**Work task:**
Using the records below, write out again exactly the lines that begin at the line containing "let byRows = 0;" and end at the line containing "in order. */", and no other lines.

+ + +

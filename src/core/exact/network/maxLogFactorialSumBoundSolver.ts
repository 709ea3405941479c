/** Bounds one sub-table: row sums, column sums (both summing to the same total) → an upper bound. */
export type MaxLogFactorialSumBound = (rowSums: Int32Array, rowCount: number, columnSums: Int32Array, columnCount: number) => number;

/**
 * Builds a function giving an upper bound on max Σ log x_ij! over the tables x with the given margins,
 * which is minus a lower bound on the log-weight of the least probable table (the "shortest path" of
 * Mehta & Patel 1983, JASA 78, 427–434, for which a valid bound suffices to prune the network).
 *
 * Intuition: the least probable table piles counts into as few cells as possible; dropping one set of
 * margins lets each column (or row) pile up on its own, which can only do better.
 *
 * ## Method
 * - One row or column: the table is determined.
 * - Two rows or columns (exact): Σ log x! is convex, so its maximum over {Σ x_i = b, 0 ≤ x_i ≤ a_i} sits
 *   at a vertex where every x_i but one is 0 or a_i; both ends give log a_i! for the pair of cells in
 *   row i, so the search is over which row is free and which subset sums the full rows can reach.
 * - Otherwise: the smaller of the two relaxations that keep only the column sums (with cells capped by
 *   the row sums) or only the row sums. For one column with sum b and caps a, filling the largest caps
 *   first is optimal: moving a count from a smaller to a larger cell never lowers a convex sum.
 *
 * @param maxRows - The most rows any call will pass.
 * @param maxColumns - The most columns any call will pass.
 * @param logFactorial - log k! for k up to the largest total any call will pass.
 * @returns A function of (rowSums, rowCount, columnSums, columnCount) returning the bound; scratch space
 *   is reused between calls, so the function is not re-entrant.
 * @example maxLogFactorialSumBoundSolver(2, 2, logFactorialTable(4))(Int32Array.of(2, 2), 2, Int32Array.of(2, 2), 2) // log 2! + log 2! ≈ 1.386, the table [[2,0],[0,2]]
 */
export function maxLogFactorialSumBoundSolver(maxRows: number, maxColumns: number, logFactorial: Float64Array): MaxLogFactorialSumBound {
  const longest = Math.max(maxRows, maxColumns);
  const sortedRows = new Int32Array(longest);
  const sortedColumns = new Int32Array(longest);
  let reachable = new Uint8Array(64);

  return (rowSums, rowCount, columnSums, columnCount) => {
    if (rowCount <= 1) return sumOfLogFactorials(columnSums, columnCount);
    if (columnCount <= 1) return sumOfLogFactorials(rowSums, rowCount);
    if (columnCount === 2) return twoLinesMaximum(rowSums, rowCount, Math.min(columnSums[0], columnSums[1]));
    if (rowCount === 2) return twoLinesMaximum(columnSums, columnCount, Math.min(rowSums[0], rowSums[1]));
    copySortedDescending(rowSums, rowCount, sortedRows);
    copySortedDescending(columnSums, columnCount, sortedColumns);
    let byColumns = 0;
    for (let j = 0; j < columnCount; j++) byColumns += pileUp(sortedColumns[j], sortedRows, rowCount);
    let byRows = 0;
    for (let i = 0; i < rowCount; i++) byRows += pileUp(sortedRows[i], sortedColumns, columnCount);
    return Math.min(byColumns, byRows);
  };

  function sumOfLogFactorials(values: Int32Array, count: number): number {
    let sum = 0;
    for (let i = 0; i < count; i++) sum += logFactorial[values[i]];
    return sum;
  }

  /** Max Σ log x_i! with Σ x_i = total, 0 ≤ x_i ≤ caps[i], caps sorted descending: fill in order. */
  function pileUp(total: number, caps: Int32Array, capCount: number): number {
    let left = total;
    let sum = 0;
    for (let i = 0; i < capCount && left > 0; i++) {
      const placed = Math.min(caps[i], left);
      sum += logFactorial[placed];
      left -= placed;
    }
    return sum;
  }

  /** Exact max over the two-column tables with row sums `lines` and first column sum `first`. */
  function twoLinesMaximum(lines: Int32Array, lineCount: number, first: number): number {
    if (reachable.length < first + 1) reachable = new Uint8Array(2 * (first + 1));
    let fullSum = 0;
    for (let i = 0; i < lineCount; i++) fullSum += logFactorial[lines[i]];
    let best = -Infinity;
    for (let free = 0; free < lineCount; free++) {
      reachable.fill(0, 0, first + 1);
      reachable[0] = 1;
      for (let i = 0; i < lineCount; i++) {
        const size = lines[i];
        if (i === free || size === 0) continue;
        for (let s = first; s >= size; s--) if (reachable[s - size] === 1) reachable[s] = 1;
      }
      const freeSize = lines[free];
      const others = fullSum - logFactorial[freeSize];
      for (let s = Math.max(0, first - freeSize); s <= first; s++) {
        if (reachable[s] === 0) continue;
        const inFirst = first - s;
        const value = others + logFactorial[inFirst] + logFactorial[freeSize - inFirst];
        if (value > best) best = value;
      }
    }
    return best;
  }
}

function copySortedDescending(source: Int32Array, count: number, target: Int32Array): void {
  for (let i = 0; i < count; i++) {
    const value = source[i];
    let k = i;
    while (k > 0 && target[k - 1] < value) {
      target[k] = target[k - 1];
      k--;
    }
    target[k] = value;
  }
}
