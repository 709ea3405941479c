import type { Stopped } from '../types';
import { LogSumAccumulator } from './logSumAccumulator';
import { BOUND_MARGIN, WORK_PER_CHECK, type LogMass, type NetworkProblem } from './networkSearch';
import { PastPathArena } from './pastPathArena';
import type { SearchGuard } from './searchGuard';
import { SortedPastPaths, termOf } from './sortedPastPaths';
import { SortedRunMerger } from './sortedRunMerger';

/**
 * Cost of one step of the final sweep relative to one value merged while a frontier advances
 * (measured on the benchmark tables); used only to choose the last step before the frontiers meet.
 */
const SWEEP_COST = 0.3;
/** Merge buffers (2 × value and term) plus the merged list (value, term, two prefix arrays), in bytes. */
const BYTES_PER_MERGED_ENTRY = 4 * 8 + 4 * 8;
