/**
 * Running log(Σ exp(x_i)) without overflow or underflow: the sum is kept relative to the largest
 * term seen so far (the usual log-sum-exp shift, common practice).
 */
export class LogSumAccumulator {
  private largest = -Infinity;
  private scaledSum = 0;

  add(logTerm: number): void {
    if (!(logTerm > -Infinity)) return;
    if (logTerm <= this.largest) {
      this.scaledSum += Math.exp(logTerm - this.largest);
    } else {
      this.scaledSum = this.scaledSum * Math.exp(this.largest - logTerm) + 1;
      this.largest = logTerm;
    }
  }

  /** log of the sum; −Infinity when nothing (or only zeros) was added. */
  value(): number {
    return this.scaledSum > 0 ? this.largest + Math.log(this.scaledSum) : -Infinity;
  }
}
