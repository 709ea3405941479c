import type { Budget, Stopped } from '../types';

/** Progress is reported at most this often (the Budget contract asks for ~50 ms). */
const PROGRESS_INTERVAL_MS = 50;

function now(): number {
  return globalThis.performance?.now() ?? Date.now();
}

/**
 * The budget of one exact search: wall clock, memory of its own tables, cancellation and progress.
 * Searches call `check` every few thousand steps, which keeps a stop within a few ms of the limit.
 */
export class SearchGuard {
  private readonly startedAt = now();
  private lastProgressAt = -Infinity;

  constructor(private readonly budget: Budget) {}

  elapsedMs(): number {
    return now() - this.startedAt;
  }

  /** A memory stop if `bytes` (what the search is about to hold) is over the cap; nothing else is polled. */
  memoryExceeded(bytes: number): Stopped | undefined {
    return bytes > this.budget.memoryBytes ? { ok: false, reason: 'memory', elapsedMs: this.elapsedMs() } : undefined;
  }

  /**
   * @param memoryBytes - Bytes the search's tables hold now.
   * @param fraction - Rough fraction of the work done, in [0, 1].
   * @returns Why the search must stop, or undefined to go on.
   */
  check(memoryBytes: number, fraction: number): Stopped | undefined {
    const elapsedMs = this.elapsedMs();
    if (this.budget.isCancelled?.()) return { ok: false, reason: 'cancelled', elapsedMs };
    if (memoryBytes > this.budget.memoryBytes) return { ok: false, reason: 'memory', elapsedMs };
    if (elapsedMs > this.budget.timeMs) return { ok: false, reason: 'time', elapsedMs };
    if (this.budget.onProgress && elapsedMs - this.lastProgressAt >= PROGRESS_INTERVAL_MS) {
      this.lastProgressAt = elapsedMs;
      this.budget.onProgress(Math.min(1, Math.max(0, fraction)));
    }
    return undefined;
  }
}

+ + +

**Task response:**
    let byRows = 0;
    for (let i = 0; i < rowCount; i++) byRows += pileUp(sortedRows[i], sortedColumns, columnCount);
    return Math.min(byColumns, byRows);
  };

  function sumOfLogFactorials(values: Int32Array, count: number): number {
    let sum = 0;
    for (let i = 0; i < count; i++) sum += logFactorial[values[i]];
    return sum;
  }

  /** Max Σ log x_i! with Σ x_i = total, 0 ≤ x_i ≤ caps[i], caps sorted descending: fill in order. */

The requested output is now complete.